Virtue prevailing over venality. It seemed exciting and romantic on page or screen. But in real life, Maia had no mothers or sisters to turn to. She was a lone summerling fiver without a friend in the world. Clearly, Tizbe and her Jopland clients could do whatever they pleased to her.
That's if they catch me, Maia thought, biting her lip to stop a quiver. Clenching her fists also helped. Defiance was a heady anodyne against fear.
Uh oh.
Coming to a dead stop, she swallowed hard. The trail had been meandering along a lip halfway down the canyon wall, but on turning a corner she found it suddenly plunging straight for a precipice. A rickety suspension bridge lay ahead, half of it in shadows and half reflecting painful moonlight to her dark-adapted eyes.
I must've taken a wrong turn. Calma could never have taken her wagon across that!
Tracing its spidery outline, Maia saw that the bridge hung over a gulch strewn with heaping mounds of ash and slag, trailing from a row of towering beehive structures on the opposite ridge. Here and there, Maia glimpsed red flickers from coal fires that were banked for the night, but never allowed to go out.
Iron foundries, she recognized with some relief. So this was Lerner Hold after all. Calma must have taken a slower freight route across the canyon floor. This was the more direct way.
Setting foot on the creaky, swaying bridge would have been frightening even by daylight. But what choice had she? I was never very good at this, she thought, remembering camping trips with other summerlings on the steppe near Port Sanger. She and Leie had loved the expeditions, putting up cheerfully with biting bugs and bitter cold. But neither of them had much love for crossing streams on teetering logs or skittish stones.
The bridge was definitely worse. Stepping forward cautiously, Maia took hold of the guide rope, which stretched across the ravine at waist level. She worked her way from handhold to handhold and plank to groaning plank, fearing at any moment to hear a shout of pursuit behind her, or the snap of some cable giving way. Eerie silence added further discomfort, driving home her loneliness.

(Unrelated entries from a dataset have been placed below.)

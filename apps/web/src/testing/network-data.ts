// Invented catalogue entries, labs, periods and audit events for the coordinator's pages, parsed
// with the contract schemas so they stay in step with the wire format.
import {
  analyteItemSchema,
  auditEventSchema,
  controlLotItemSchema,
  importResultSchema,
  labListSchema,
  labUserSchema,
  type AnalyteItem,
  type AuditEvent,
  type ControlLotItem,
  type ImportResult,
  type LabListItem,
  type LabUser,
} from '@plumbline/contracts';

export function buildAnalyte(overrides: Partial<AnalyteItem> = {}): AnalyteItem {
  return analyteItemSchema.parse({
    id: '9a1b2c3d-4e5f-4a6b-8c7d-0e1f2a3b4c01',
    code: 'GLU',
    name: 'Glucose',
    loinc: '2345-7',
    unit: 'mmol/L',
    conventionalUnit: 'mg/dL',
    molarMass: 180.16,
    decimals: 1,
    teaPct: 6.9,
    teaAbsolute: 0.33,
    teaSource: 'network quality specification',
    teaDate: '2025-02-01',
    plausibleLow: 0.5,
    plausibleHigh: 50,
    plausibilitySource: 'common practice',
    allowsNegative: false,
    retiredAt: null,
    retired: false,
    ...overrides,
  });
}

export function buildControlLot(overrides: Partial<ControlLotItem> = {}): ControlLotItem {
  return controlLotItemSchema.parse({
    id: '9a1b2c3d-4e5f-4a6b-8c7d-0e1f2a3b4c51',
    material: {
      id: '9a1b2c3d-4e5f-4a6b-8c7d-0e1f2a3b4c41',
      code: 'TCM',
      name: 'Tri-level chemistry control',
    },
    lotNumber: 'TCM-2611',
    expiresOn: '2027-06-30',
    expired: false,
    state: 'active',
    levels: [
      { level: 1, description: 'normal' },
      { level: 2, description: 'pathological' },
    ],
    retired: false,
    ...overrides,
  });
}

export function buildImportResult(rows: ImportResult['rows']): ImportResult {
  return importResultSchema.parse({
    rows,
    created: rows.filter((r) => r.action === 'create').length,
    updated: rows.filter((r) => r.action === 'update').length,
    rejected: rows.filter((r) => r.action === 'error').length,
    applied: false,
  });
}

export const testLabs: LabListItem[] = labListSchema.parse([
  {
    id: '2f0c1d3e-5a6b-4c7d-8e9f-0a1b2c3d4e01',
    code: 'L03',
    name: 'Harrow Fen Demo Laboratory',
    active: true,
  },
  {
    id: '2f0c1d3e-5a6b-4c7d-8e9f-0a1b2c3d4e02',
    code: 'L07',
    name: 'Kestrel Vale Demo Laboratory',
    active: true,
  },
  {
    id: '2f0c1d3e-5a6b-4c7d-8e9f-0a1b2c3d4e03',
    code: 'L11',
    name: 'Otterburn Mill Demo Laboratory',
    active: false,
  },
]);

export function buildLabUser(overrides: Partial<LabUser> = {}): LabUser {
  return labUserSchema.parse({
    id: '4b3a2c1d-0e9f-4a8b-9c7d-6e5f4a3b2c01',
    email: 'analyst@harrow-fen.example',
    name: 'Demo Analyst of Harrow Fen',
    role: 'analyst',
    active: true,
    invitationPending: false,
    createdAt: '2026-09-01T08:00:00.000Z',
    ...overrides,
  });
}

export function buildAuditEvent(overrides: Partial<AuditEvent> = {}): AuditEvent {
  return auditEventSchema.parse({
    id: 1,
    at: '2026-12-02T10:15:00.000Z',
    actor: {
      id: '0b5a2c1e-8f7d-4e6b-a1c3-5d9e7f2a4b03',
      name: 'Demo Coordinator',
      email: 'coordinator@network.example',
    },
    actorLabel: null,
    lab: { id: testLabs[0].id, code: testLabs[0].code },
    kind: 'lab.update',
    entity: 'lab',
    entityId: testLabs[0].id,
    details: { changes: { name: { from: 'Old name', to: testLabs[0].name } }, reason: null },
    ...overrides,
  });
}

Finally, on reaching the other side, she leaned against one of the anchor pillars and let out a ragged sigh. From the promontory, Maia surveyed the trail down which she had come. There was no sign of any full-scale search party, whose lights would be visible for kilometers. You're probably making more of this than it deserves, she thought. To them you're just a stupid var who stuck her nose where it didn't belong. Lay low for a while and they'll forget all about you.
It made sense. But then, maybe she was too stupid to know how much trouble she was in. Standing there, Maia felt the wind grow colder. Her fingers were numb, almost paralyzed, even when she blew on them. Shivering, she rubbed her hands and began peering among the furnaces and cliffside warehouses for the mansion where this branch of Lerner Clan dwelled and raised its daughters.